(What the exercise asks) Below are records; how many of their lines contain "raise"? Give the number and no other words.

Collected data:
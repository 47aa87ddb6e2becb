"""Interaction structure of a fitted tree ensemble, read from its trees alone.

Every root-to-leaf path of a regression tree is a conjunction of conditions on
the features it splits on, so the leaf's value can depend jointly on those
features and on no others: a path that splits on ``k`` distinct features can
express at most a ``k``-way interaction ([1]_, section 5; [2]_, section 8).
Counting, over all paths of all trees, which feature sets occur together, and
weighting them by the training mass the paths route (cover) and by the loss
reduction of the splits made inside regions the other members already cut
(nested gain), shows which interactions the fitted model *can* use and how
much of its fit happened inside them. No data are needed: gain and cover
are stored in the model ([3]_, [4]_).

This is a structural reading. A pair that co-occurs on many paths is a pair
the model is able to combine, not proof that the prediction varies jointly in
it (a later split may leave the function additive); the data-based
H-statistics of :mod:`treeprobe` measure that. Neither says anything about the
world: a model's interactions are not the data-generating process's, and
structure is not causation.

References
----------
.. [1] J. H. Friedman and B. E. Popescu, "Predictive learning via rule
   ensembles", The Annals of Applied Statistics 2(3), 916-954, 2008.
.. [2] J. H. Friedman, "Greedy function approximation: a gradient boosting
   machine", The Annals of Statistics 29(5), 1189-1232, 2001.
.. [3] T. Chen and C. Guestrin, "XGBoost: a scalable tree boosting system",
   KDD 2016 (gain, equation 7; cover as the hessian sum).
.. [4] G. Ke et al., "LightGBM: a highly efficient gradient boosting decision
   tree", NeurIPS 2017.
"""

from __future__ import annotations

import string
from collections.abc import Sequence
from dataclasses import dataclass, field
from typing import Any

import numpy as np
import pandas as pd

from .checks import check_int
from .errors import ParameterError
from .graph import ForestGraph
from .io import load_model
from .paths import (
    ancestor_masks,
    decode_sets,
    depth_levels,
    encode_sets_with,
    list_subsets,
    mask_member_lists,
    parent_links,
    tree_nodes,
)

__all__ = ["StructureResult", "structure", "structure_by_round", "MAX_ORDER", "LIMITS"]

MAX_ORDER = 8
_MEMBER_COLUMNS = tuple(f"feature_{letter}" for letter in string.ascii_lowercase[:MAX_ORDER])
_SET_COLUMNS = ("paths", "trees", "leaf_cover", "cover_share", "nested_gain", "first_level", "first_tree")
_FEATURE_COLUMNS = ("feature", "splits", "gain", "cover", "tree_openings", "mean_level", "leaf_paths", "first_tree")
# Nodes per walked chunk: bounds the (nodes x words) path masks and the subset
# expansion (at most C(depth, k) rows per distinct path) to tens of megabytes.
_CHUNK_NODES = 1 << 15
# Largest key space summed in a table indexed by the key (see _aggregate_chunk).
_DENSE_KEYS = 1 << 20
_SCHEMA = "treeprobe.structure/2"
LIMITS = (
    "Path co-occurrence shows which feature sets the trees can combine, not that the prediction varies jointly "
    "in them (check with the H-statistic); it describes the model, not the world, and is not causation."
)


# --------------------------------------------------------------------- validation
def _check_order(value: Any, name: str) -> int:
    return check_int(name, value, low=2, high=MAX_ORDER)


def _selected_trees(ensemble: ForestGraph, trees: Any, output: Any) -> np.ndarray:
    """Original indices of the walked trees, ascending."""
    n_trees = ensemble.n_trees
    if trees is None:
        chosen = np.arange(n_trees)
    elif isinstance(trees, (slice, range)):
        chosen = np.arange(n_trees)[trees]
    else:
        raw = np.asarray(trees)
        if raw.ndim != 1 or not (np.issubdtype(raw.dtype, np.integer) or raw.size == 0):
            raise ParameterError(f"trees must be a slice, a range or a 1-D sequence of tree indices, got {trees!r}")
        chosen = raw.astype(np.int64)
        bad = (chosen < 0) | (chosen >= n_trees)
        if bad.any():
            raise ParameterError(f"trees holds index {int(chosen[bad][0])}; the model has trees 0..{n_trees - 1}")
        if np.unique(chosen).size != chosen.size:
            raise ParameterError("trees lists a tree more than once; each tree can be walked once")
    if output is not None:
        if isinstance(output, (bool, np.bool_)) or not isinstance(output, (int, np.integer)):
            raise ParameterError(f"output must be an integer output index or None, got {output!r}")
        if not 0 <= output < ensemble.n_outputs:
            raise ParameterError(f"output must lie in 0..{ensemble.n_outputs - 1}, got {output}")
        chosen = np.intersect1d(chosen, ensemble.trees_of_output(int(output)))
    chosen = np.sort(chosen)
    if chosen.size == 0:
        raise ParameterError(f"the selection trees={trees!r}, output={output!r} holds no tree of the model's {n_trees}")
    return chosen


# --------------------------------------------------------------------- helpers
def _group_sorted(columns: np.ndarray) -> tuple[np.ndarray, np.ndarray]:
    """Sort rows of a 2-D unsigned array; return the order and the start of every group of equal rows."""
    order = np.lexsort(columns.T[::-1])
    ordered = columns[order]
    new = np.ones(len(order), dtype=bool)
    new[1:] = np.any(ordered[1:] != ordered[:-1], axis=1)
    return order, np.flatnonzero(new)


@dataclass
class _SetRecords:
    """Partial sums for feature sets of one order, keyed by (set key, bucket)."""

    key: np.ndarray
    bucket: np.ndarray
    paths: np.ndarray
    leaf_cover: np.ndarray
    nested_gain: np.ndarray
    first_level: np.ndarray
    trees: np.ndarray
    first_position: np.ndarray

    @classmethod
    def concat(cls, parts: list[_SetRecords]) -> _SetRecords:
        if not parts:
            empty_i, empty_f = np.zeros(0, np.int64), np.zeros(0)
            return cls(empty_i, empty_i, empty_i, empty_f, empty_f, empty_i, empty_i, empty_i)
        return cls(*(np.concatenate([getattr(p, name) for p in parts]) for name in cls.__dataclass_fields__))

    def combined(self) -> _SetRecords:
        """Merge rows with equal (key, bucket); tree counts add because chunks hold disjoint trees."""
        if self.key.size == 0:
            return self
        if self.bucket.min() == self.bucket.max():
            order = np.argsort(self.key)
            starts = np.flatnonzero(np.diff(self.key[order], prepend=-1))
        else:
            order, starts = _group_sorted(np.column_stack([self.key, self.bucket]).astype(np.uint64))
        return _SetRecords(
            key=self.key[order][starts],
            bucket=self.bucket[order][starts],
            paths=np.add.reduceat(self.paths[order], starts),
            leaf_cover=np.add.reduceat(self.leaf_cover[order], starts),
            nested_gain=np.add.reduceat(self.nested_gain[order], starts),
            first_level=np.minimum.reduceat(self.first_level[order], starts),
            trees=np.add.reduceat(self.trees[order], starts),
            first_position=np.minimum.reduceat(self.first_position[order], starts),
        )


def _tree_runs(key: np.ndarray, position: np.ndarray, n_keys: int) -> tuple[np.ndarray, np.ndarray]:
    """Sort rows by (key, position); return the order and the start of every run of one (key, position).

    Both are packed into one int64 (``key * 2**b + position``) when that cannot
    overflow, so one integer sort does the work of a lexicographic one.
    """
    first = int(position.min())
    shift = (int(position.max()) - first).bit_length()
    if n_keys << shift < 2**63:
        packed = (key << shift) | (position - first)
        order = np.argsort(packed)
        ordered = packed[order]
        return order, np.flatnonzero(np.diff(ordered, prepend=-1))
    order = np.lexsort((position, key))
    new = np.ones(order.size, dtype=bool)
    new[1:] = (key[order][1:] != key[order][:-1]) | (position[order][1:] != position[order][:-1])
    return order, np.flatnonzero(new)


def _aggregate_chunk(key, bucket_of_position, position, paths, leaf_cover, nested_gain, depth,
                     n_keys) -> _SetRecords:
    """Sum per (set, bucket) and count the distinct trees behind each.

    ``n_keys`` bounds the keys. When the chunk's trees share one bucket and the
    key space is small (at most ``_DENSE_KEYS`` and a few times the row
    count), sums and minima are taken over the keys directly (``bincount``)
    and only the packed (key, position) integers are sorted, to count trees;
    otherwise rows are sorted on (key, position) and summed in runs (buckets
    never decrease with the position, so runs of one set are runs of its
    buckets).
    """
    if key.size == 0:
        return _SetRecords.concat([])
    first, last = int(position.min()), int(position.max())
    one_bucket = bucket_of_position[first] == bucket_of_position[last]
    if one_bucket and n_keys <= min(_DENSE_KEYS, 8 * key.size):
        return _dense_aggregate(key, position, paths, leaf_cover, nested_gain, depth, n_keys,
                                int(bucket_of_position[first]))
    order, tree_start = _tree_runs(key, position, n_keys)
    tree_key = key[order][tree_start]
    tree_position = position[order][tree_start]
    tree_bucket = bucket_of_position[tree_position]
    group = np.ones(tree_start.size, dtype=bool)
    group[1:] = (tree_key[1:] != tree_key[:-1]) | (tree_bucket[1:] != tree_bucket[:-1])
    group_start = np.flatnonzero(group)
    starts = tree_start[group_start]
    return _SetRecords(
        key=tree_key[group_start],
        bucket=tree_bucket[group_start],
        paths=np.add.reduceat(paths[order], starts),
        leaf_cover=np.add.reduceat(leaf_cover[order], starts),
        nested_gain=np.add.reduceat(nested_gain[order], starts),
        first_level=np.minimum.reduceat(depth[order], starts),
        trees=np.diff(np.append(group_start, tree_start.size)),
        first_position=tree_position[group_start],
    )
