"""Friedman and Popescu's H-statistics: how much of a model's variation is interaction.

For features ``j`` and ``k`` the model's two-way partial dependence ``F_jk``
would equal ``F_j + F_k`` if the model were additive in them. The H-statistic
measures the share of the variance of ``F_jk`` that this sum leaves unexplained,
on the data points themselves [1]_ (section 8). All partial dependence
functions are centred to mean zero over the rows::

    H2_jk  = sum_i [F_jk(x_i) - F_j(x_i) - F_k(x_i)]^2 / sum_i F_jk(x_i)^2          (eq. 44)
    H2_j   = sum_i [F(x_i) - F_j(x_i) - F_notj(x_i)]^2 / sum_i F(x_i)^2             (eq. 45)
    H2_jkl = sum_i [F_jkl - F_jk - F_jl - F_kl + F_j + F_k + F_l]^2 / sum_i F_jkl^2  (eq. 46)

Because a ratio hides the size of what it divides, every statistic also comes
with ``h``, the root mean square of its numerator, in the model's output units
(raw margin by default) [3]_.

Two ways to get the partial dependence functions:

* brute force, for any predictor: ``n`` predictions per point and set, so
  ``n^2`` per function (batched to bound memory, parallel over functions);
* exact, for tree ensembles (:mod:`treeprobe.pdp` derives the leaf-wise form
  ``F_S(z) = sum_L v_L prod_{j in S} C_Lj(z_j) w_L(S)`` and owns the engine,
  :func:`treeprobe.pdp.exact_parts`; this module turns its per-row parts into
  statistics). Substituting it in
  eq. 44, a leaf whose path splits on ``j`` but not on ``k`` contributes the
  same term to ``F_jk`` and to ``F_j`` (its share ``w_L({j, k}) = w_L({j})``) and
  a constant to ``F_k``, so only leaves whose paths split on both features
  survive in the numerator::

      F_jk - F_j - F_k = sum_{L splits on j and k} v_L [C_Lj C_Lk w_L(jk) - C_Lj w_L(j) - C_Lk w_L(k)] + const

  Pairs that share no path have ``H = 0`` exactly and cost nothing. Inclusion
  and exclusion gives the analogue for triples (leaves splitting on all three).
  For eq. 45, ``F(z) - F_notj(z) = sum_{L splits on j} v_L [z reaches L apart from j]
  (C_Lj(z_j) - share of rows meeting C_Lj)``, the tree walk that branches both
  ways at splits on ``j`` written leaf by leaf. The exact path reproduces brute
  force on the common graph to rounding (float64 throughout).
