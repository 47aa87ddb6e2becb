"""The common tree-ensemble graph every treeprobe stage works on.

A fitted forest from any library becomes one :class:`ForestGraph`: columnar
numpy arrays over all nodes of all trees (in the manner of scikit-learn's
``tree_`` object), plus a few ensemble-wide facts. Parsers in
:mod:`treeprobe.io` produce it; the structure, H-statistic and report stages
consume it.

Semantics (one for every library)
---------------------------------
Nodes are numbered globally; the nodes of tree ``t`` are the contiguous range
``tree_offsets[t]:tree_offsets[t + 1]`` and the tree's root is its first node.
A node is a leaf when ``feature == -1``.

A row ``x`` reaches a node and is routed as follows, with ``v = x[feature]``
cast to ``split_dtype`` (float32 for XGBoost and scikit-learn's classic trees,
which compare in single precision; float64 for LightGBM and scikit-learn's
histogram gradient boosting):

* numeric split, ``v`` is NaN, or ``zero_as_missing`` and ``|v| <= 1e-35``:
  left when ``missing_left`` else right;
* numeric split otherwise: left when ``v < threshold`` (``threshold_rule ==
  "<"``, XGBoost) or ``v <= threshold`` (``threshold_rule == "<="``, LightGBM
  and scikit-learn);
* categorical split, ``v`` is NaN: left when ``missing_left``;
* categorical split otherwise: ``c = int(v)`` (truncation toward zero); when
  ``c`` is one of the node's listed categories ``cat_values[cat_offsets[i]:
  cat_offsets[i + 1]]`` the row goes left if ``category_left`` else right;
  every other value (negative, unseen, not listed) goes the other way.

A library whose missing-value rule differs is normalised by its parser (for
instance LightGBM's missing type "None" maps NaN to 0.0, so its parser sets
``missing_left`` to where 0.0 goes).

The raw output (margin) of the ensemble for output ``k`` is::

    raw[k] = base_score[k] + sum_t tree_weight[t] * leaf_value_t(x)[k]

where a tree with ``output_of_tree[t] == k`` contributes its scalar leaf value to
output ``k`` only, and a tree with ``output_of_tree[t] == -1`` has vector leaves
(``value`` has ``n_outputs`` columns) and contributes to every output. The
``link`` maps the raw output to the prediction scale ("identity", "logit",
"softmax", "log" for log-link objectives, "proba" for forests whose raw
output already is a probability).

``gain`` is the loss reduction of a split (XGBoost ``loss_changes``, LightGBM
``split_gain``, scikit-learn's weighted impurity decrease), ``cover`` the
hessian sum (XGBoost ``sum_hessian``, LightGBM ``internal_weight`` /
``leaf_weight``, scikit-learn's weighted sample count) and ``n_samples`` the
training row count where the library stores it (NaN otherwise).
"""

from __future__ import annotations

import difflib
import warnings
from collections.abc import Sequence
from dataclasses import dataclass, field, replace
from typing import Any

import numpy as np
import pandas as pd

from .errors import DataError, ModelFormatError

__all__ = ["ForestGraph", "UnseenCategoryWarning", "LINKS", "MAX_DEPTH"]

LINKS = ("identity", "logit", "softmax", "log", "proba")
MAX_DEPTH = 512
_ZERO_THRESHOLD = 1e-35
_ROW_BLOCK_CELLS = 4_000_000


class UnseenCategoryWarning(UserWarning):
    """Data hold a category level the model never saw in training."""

(Problem solution) 6